Times have sure changed. We all had guns when we were
teenagers, and nobody made any big deal out of it.
Yeah, but we weren't doing drive-bys.
Unless you count occasional pot shots at road signs,
insulators, mail boxes, prairie dogs and
jackrabbits.
Okay, we weren't angels. Far from it. But we weren't
shooting at people.
True enough. And we sure didn't spray bullets every
which way. The ejector didn't work on that old .22 rifle I
had -- after every shot, you'd have to pry out the casing
with a pocket knife. Made you pick your shots pretty
carefully.
Not just that. My old man spent hours teaching me to
handle a gun.
We could almost chant in unison the lessons our fathers had taught us. Treat every gun as though it's loaded and cocked. Don't trust the safety. Never point a gun at anyone unless you intend to kill him. Clean the gun every time you put it away, and clean it every month or so anyway. It won't take care of you unless you take care of it.
It was drilled into all of us, no matter where we grew up, that a gun was a dangerous tool that demanded constant practice and maintenance. Some of us, in fact, had finally concluded that guns were more trouble than they were worth, and no longer owned or used them.
And that's probably the difference between then and now. Judging by what I read, most of the urban youths who get into trouble with guns are kids who are growing up without fathers, and it is generally fathers who instill respect for guns. Little wonder that these kids seem to think guns are just movie props that make a lot of impressive noise.
So, what's the solution? No institution is in a position to provide fathers to all gun-toting kids who lack them now, but perhaps the National Rifle Association could do the next-best thing.

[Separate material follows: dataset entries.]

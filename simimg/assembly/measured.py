"""A measured PSF from a file, as a transfer function in place of optics, air and pixel.

The image holds the share of a star's light on a detector pixel centred at each sample, so that the
pixel's response is in it already. Its transfer function is its Fourier sum, without anything beyond
the samples' own Nyquist frequency. Radians and cycles per radian.
"""

from __future__ import annotations

import numpy as np

from simimg.arrays import AnyArray, FloatArray
from simimg.errors import InputError, mistake
from simimg.imaging.basis import Transfer, WingLaw
from simimg.optics.tabulate import MOST_STEPS, tabulated_transfer
from simimg.scene.model import Scene
from simimg.sky.pictures import read_map

_LARGEST = 1025


def measured_transfer(scene: Scene) -> Transfer:
    """The transfer function of a scene's [psf] file.

    Raises
    ------
    InputError
        A file that is no PSF, or a scene without a pixel scale.
    """
    assert scene.psf is not None
    source, scale = scene.inputs[scene.psf.file], scene.pixel_scale
    image = read_map(source.read(), source.name)
    oversampling = scene.psf.oversampling or _stated_oversampling(source.read()) or 1.0

    def wrong(what: str, mend: str) -> InputError:
        return InputError(mistake(scene.name, "psf.file", f"{source.name}: {what}", mend))

    if scale is None:
        raise wrong("a measured PSF needs a pixel scale", "add camera.pixel_scale")
    if max(image.shape) > _LARGEST:
        raise wrong(f"is larger than {_LARGEST} samples a side", "cut out its middle")
    total = float(image.sum())
    if not (np.isfinite(image).all() and total > 0.0):
        raise wrong("holds no light, or values that are not finite", "give a PSF above 0")
    step = scale / oversampling
    rows, columns = image.shape
    x = (np.arange(columns) - (columns - 1) / 2.0) * step
    y = (np.arange(rows) - (rows - 1) / 2.0) * step
    share = image / total

    def exact(u: FloatArray, v: FloatArray) -> AnyArray:
        across = np.exp(-2j * np.pi * np.outer(u.ravel(), x))
        along = np.exp(-2j * np.pi * np.outer(v.ravel(), y))
        return np.asarray(along @ share @ across.T)

    limit = 0.5 / step
    side = max(rows, columns) * step
    table = tabulated_transfer(exact, limit=limit, step=max(0.05 / side, limit / MOST_STEPS))
    return Transfer(limit, planar=(table,), even=False, wings=WingLaw(core=0.75 * side))


def _stated_oversampling(content: bytes) -> float | None:
    """OVERSAMP of the first image's header."""
    import io

    from astropy.io import fits

    with fits.open(io.BytesIO(content), memmap=False) as hdus:
        for hdu in hdus:
            value = hdu.header.get("OVERSAMP")
            if isinstance(value, int | float) and 1.0 <= value <= 100.0:
                return float(value)
    return None
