"""Places of the field at which PSFs are worked out, and how those between are mixed from them.

Errors of the optics that grow with the field follow polynomials over the whole of it. Behind a
correction a PSF hangs on the distance from the guide star, steeply near it: stars that are written
in a scene each have a PSF of their own place; where there are many, PSFs on rings about the guide
star are mixed, linearly in distance and in direction. Detector places in a unit that `field_unit`
says, about the field centre.
"""

from __future__ import annotations

from collections.abc import Callable
from dataclasses import dataclass
from math import cos, hypot, sin

import numpy as np

from simimg.arrays import AnyArray, FloatArray
from simimg.assembly.aperture import Aperture
from simimg.assembly.correction import Corrector
from simimg.assembly.orbits import pair_place
from simimg.assembly.places import FieldGeometry, field_geometry, object_place
from simimg.imaging.sources import Points
from simimg.optics.fieldaberration import field_nodes
from simimg.scene.model import Scene
from simimg.scene.objects import Pair

FIELD_NODES = 5
"""Places a side of the field whose PSFs are mixed for the others."""

MOST_OWN = 24
"""Places of stars that each have a PSF of their own behind a correction."""

RINGS = (0.2, 0.4, 0.7, 1.0, 1.4, 1.9, 2.4, 2.9, 3.4, 4.0, 5.0, 7.0, 10.0)
"""Radii about the guide star, in isoplanatic angles, whose PSFs are mixed for the others."""

DIRECTIONS = 8
"""Places on each ring."""

Place = tuple[float, float]
Mix = Callable[[Points], FloatArray]
"""Shares (N, places) of the places' PSFs in those of points, each row of sum 1."""


def field_unit(scene: Scene, aperture: Aperture) -> float | None:
    """Pixels to the unit of places; None where all places are alike.

    It is the radius at which the field's errors are stated, or else a radian.
    """
    errors = scene.telescope.field
    if aperture.field is not None and errors is not None and scene.pixel_scale is not None:
        return errors.radius / scene.pixel_scale
    if scene.correction is not None and scene.air is not None and scene.air.layer:
        return 1.0 / field_geometry(scene).pixel_scale
    return None


def sky_offset(scene: Scene, place: Place, unit: float) -> Place:
    """Offset on the sky (east, north; rad) of a place of the field."""
    geometry = field_geometry(scene)
    x, y = (c + one * unit for c, one in zip(geometry.centre, place, strict=True))
    east, north = geometry.to_offsets(np.array(x), np.array(y))
    return float(east), float(north)


def field_places(
    scene: Scene, aperture: Aperture, corrector: Corrector | None
) -> tuple[list[Place | None], Mix]:
    """Places of the field whose PSFs are mixed, and each source's shares in them.

    Parameters
    ----------
    scene : Scene
    aperture : Aperture
    corrector : Corrector or None
        The corrected air.
    """
    unit, geometry = field_unit(scene, aperture), field_geometry(scene)
    guided = corrector is not None and corrector.varies
    if unit is None or (aperture.field is None and not guided):
        return [None], lambda points: np.ones((len(points), 1))
    if corrector is None or not guided:
        return _lattice(geometry, unit)
    own = _own_places(scene, geometry)
    if own is not None:
        return [_in_unit(one, geometry, unit) for one in own], _Nearest(own)
    rings = _rings(corrector, geometry)
    return [_in_unit(one, geometry, unit) for one in rings.pixels], rings


def _in_unit(pixel: Place, geometry: FieldGeometry, unit: float) -> Place:
    centre = geometry.centre
    return (pixel[0] - centre[0]) / unit, (pixel[1] - centre[1]) / unit


def _lattice(geometry: FieldGeometry, unit: float) -> tuple[list[Place | None], Mix]:
    """A lattice over the detector, between whose places images follow polynomials."""
    half_x, half_y = geometry.columns / 2.0 / unit, geometry.rows / 2.0 / unit
    nodes = field_nodes(half_x, half_y, count=FIELD_NODES)
    # The lattice spans the detector, which the field centre may lie aside of.
    aside_x = (geometry.middle[0] - geometry.centre[0]) / unit
    aside_y = (geometry.middle[1] - geometry.centre[1]) / unit

    def mix(points: Points) -> FloatArray:
        x = (points.x - geometry.middle[0]) / unit
        y = (points.y - geometry.middle[1]) / unit
        return nodes.weights(x, y)

    return [(x + aside_x, y + aside_y) for x, y in nodes.places], mix


def _own_places(scene: Scene, geometry: FieldGeometry) -> list[Place] | None:
    """Pixels of a scene's objects, each once; None for more than can each have a PSF."""
    if scene.catalogue or scene.picture or len(scene.objects) > MOST_OWN:
        return None
    found: list[Place] = []
    for one in scene.objects:
        first = object_place(one, geometry)
        found.append(first)
        if isinstance(one, Pair):
            separation, angle = pair_place(scene, one)
            east, north = geometry.to_offsets(*(np.array(v) for v in first))
            x, y = geometry.to_pixels(
                east + separation * np.sin(angle), north + separation * np.cos(angle)
            )
            found.append((float(x), float(y)))
    places = list(dict.fromkeys(found)) or [geometry.centre]
    return places if len(places) <= MOST_OWN else None


@dataclass(frozen=True, eq=False)
class _Nearest:
    """Each source has the PSF of the nearest place (pixels)."""

    pixels: list[Place]

    def __call__(self, points: Points) -> FloatArray:
        away = np.stack([np.hypot(points.x - x, points.y - y) for x, y in self.pixels], axis=1)
        shares = np.zeros(away.shape)
        shares[np.arange(len(points)), away.argmin(axis=1)] = 1.0
        return shares


@dataclass(frozen=True, eq=False)
class _Rings:
    """Places on rings about the guide star (pixels).

    Attributes
    ----------
    guide : (float, float)
        Where the guide star falls.
    radii : ndarray
        From 0 outwards.
    used : ndarray of int
        Those places, of all on all rings, that the detector asks for.
    """

    guide: Place
    radii: FloatArray
    used: AnyArray

    @property
    def pixels(self) -> list[Place]:
        made = [self.guide]
        for radius in self.radii[1:]:
            for k in range(DIRECTIONS):
                angle = 2.0 * np.pi * k / DIRECTIONS
                made.append(
                    (self.guide[0] + radius * cos(angle), self.guide[1] + radius * sin(angle))
                )
        return [made[int(one)] for one in self.used]

    def all_shares(self, x: FloatArray, y: FloatArray) -> FloatArray:
        """Shares of every place of every ring."""
        dx, dy = x - self.guide[0], y - self.guide[1]
        radius = np.minimum(np.hypot(dx, dy), self.radii[-1])
        ring = np.clip(
            np.searchsorted(self.radii, radius, side="right") - 1, 0, self.radii.size - 2
        )
        out = (radius - self.radii[ring]) / (self.radii[ring + 1] - self.radii[ring])
        turn = np.arctan2(dy, dx) / (2.0 * np.pi) * DIRECTIONS % DIRECTIONS
        low = np.floor(turn).astype(int) % DIRECTIONS
        on = turn - np.floor(turn)
        shares = np.zeros((x.size, 1 + DIRECTIONS * (self.radii.size - 1)))
        row = np.arange(x.size)
        for step, part in ((0, 1.0 - out), (1, out)):
            for k, share in ((low, 1.0 - on), ((low + 1) % DIRECTIONS, on)):
                column = np.where(ring + step == 0, 0, 1 + (ring + step - 1) * DIRECTIONS + k)
                np.add.at(shares, (row, column), part * share)
        return shares

    def __call__(self, points: Points) -> FloatArray:
        shares = self.all_shares(points.x, points.y)[:, self.used]
        # A star off the detector may ask for a place that none on it does.
        total = shares.sum(axis=1, keepdims=True)
        even = np.full_like(shares, 1.0 / shares.shape[1])
        return np.where(total > 0.0, shares / np.where(total > 0.0, total, 1.0), even)


def _rings(corrector: Corrector, geometry: FieldGeometry) -> _Rings:
    east, north = (np.array(one) for one in corrector.guide)
    x, y = (float(one) for one in geometry.to_pixels(east, north))
    corners = [(a, b) for a in (0, geometry.columns - 1) for b in (0, geometry.rows - 1)]
    farthest = max(hypot(a - x, b - y) for a, b in corners)
    angle = corrector.isoplanatic_angle / geometry.pixel_scale
    radii = np.array([0.0, *(one * angle for one in RINGS if one * angle < farthest), farthest])
    rings = _Rings((x, y), radii, np.arange(1 + DIRECTIONS * (radii.size - 1)))
    side_x, side_y = (np.linspace(-0.5, n - 0.5, 65) for n in (geometry.columns, geometry.rows))
    at_x, at_y = (one.ravel() for one in np.meshgrid(side_x, side_y))
    used = np.flatnonzero(rings.all_shares(at_x, at_y).any(axis=0))
    return _Rings((x, y), radii, used)
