"""Frames with columns before those that see the sky: places and coordinates move over by as many.

Pixels of a frame count from 0 at the centre of its first pixel, whether that sees the sky or not.
"""

from __future__ import annotations

from typing import Any


def shifted_wcs(wcs: Any, columns: int) -> Any:
    """World coordinates of a frame with so many columns before the first.

    Parameters
    ----------
    wcs : astropy.wcs.WCS
    columns : int
    """
    moved = wcs.deepcopy()
    moved.wcs.crpix = [moved.wcs.crpix[0] + columns, moved.wcs.crpix[1]]
    if moved.sip is not None:
        from astropy.wcs import Sip

        sip = moved.sip
        moved.sip = Sip(sip.a, sip.b, sip.ap, sip.bp, moved.wcs.crpix)
    return moved


def shifted_truth(truth: Any, columns: int) -> Any:
    """A table of truth whose places are those of such a frame.

    Parameters
    ----------
    truth : astropy.table.Table
    columns : int
    """
    moved = truth.copy()
    moved["x"] = moved["x"] + columns
    return moved
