"""The shapes of a scene's extended objects, built in the detector's axes. Radians."""

from __future__ import annotations

from math import pi

from simimg.assembly.places import FieldGeometry
from simimg.errors import InputError, mistake
from simimg.imaging.sources import SkyShape
from simimg.scene.model import Scene
from simimg.scene.objects import Disc, Galaxy, Picture, Placed, Ring
from simimg.sky.disc import DiscShape
from simimg.sky.mosaic import PictureShape
from simimg.sky.phase import PhaseDiscShape
from simimg.sky.pictures import read_picture
from simimg.sky.ring import RingShape
from simimg.sky.sersic import SersicShape


def sky_shape(scene: Scene, key: str, one: Placed, geometry: FieldGeometry) -> SkyShape | None:
    """The shape of an object in the detector's axes; None for a star."""
    if isinstance(one, Galaxy):
        angle = geometry.direction(one.position_angle)
        return SersicShape(one.effective_radius, one.sersic_index, one.axis_ratio, angle)
    if isinstance(one, Disc):
        angle = geometry.direction(one.position_angle)
        if one.phase_angle == 0.0:
            return DiscShape(one.diameter, one.limb_darkening, one.axis_ratio, angle)
        return PhaseDiscShape(
            one.diameter, one.limb_darkening, one.phase_angle, one.axis_ratio, angle
        )
    if isinstance(one, Ring):
        angle = geometry.direction(one.position_angle)
        return RingShape(one.inner_diameter, one.outer_diameter, one.inclination, angle)
    if isinstance(one, Picture):
        source = scene.inputs[one.file]
        values = read_picture(source.read(), source.name)
        up = geometry.direction(one.position_angle)
        try:
            return PictureShape(
                values, one.width / values.shape[1], up - pi / 2.0, geometry.mirrored
            )
        except ValueError as error:
            line = mistake(
                scene.name,
                f"{key}.file",
                f"{source.name}: {error}",
                "give a picture with some light",
            )
            raise InputError(line) from error
    return None
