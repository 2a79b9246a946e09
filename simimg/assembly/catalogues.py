"""The stars of a scene's catalogues, as columns: places in pixels, electrons, kinds of spectra."""

from __future__ import annotations

import numpy as np

from simimg.arrays import AnyArray, FloatArray
from simimg.assembly.brightness import Photometry
from simimg.assembly.colours import kelvin_kinds
from simimg.assembly.places import FieldGeometry
from simimg.errors import InputError, mistake
from simimg.scene.model import Scene
from simimg.scene.objects import Catalogue
from simimg.sky.catalogues import read_catalogue


def catalogue_rows(
    scene: Scene,
    number: int,
    catalogue: Catalogue,
    geometry: FieldGeometry,
    light: Photometry,
) -> dict[str, AnyArray]:
    """The stars of a catalogue as columns."""
    source = scene.inputs[catalogue.file]
    table = read_catalogue(
        source.read(), source.name, columns=catalogue.columns, units=catalogue.units
    )
    if "x" in table:
        x, y = table["x"], table["y"]
    elif "ra" in table:
        try:
            x, y = geometry.from_sky(table["ra"], table["dec"])
        except ValueError as error:
            line = mistake(
                scene.name,
                f"catalogue[{number}].file",
                f"{source.name}: {error}",
                "point [pointing] at the catalogue's field",
            )
            raise InputError(line) from error
    else:
        x, y = geometry.to_pixels(table["east"], table["north"])
    size = x.size
    nothing = np.full(size, np.nan)
    magnitude = table.get("magnitude", nothing)
    electrons = table.get("electrons")
    abroad = catalogue.magnitude_band not in (None, scene.band.name)
    if electrons is None and abroad and "temperature" not in table:
        line = mistake(
            scene.name,
            f"catalogue[{number}].magnitude_band",
            f"{source.name} has no temperatures that would carry its magnitudes over to the band",
            'name their column, as in columns = { temperature = "teff" }, or leave it out',
        )
        raise InputError(line)
    colour = _catalogue_kinds(scene, number, table.get("temperature"), size)
    if electrons is None:
        electrons = light.electrons(
            magnitude, colour, band=catalogue.magnitude_band, system=catalogue.magnitude_system
        )
    label = table.get("label")
    if label is None:
        stem = catalogue.label or f"catalogue-{number + 1}"
        width = len(str(size))
        numbers = np.char.zfill(np.arange(1, size + 1).astype(str), width)
        label = np.char.add(f"{stem}-", numbers)
    return {
        "label": np.asarray(label, dtype=str),
        "kind": np.full(size, "star"),
        "partner": np.full(size, -1, dtype=np.int64),
        "colour": colour,
        "x": np.asarray(x, float),
        "y": np.asarray(y, float),
        "electrons": np.asarray(electrons, float),
        "magnitude": np.asarray(magnitude, float),
        "separation": nothing,
        "position_angle": nothing,
    }


def _catalogue_kinds(
    scene: Scene, number: int, temperatures: FloatArray | None, size: int
) -> AnyArray:
    if temperatures is None:
        return np.zeros(size, dtype=np.int64)
    try:
        return kelvin_kinds(temperatures)
    except ValueError as error:
        line = mistake(
            scene.name,
            f"catalogue[{number}].columns.temperature",
            str(error),
            "give temperatures in kelvin",
        )
        raise InputError(line) from error
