"""Tables of a scene as curves: transmissions, efficiencies and spectra against wavelength.

A table has wavelengths in its first column and values in its second, each with its unit where it
needs one (ECSV, FITS and VOTable carry units; in plain CSV wavelengths are in nanometres and values
have none). Metres inside.
"""

from __future__ import annotations

import numpy as np

from simimg.arrays import FloatArray
from simimg.errors import InputError, mistake
from simimg.light.curves import Curve
from simimg.light.spectra import FluxKind, TabulatedSpectrum
from simimg.scene.model import Scene
from simimg.sky.tables import read_table

_USE = "write two columns, wavelength and value, as ECSV with units, or CSV in nm"


def curve_table(scene: Scene, key: str, name: str) -> tuple[FloatArray, FloatArray, str | None]:
    """Wavelengths (m), values and the values' unit of a file that a scene names.

    Raises
    ------
    InputError
        A file that is no table of two columns of numbers, or wavelengths that do not rise.
    """
    source = scene.inputs[name]
    table = read_table(source.read(), source.name)
    where = f"{source.name}: "
    if len(table.names) < 2:
        raise InputError(mistake(scene.name, key, where + "has fewer than two columns", _USE))
    first, second = table.column(table.names[0]), table.column(table.names[1])
    try:
        wavelength = np.asarray(first.values, dtype=np.float64)
        values = np.asarray(second.values, dtype=np.float64)
        wavelength = wavelength * _metres(first.unit)
    except (TypeError, ValueError) as error:
        what = f"{where}holds no numbers, or a wavelength without a length's unit"
        raise InputError(mistake(scene.name, key, what, _USE)) from error
    rising = wavelength.ndim == 1 and wavelength.size >= 2 and bool(np.all(np.diff(wavelength) > 0))
    sound = rising and bool(np.isfinite(wavelength).all() and np.isfinite(values).all())
    if not sound or wavelength[0] <= 0.0 or bool((values < 0.0).any()):
        what = where + "needs rising wavelengths and finite values that are not negative"
        raise InputError(mistake(scene.name, key, what, _USE))
    return wavelength, values, second.unit


def _metres(unit: str | None) -> float:
    if unit is None:
        return 1e-9
    from astropy import units

    return float(units.Unit(unit).to(units.m))


def efficiency_table(scene: Scene, key: str, name: str) -> tuple[FloatArray, FloatArray]:
    """Wavelengths (m) and values from 0 to 1 of a file that a scene names; per cent are turned."""
    wavelength, values, unit = curve_table(scene, key, name)
    if unit is not None and unit.strip() in ("%", "percent"):
        values = values / 100.0
    if bool((values > 1.0).any()) or not bool((values > 0.0).any()):
        raise InputError(
            mistake(
                scene.name,
                key,
                f"{scene.inputs[name].name}: values must lie between 0 and 1, some above 0",
                'write shares, or give the column the unit "%"',
            )
        )
    return wavelength, values


def spectrum_table(scene: Scene, key: str, name: str) -> TabulatedSpectrum:
    """A spectrum from a file that a scene names; the flux's unit tells its kind.

    Raises
    ------
    InputError
        As `curve_table`, or a flux in a unit that is none of f_nu, f_lambda or photons.
    """
    wavelength, values, unit = curve_table(scene, key, name)
    kind = _flux_kind(unit)
    if kind is None or not bool((values > 0.0).any()):
        raise InputError(
            mistake(
                scene.name,
                key,
                f"{scene.inputs[name].name}: the flux has no light, or a unit that is no flux "
                f"density ({unit or 'none'})",
                'give it a unit such as "W / (m2 nm)", "Jy" or "photon / (s m2 nm)"',
            )
        )
    return TabulatedSpectrum(Curve(wavelength, values), kind)


def _flux_kind(unit: str | None) -> FluxKind | None:
    if unit is None:
        return "f_lambda"
    from astropy import units

    try:
        flux = units.Unit(unit)
    except ValueError:
        return None
    kinds: dict[str, FluxKind] = {
        "Jy": "f_nu",
        "W / (m2 nm)": "f_lambda",
        "ph / (s m2 nm)": "photons",
    }
    for example, kind in kinds.items():
        if flux.is_equivalent(units.Unit(example)):
            return kind
    return None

Instead of buying senators and representatives, the NRA
could set up shooting ranges and classes in every major
city, and recruit aggressively with a public-relations
campaign to the effect that you can't be a real stud
with that piece until you know how to use it right.
The interest is obviously present, and the NRA could channel it.
Liberals might not like this, but I know a lot of gun nuts. They spend hours on the practice range. They treat their weapons well. They reload their own ammunition and they can spend hours boring you with explanations of the relative merits of various primers, bullets and primers. However, they aren't killing random people on the street.
The NRA is the only institution with the skill and resources to convert the current generation of fatherless urban youth, to take their passionate interest in guns and turn it into an expensive and demanding -- but relatively harmless -- hobby.
It's worth a try; nothing else seems to be working.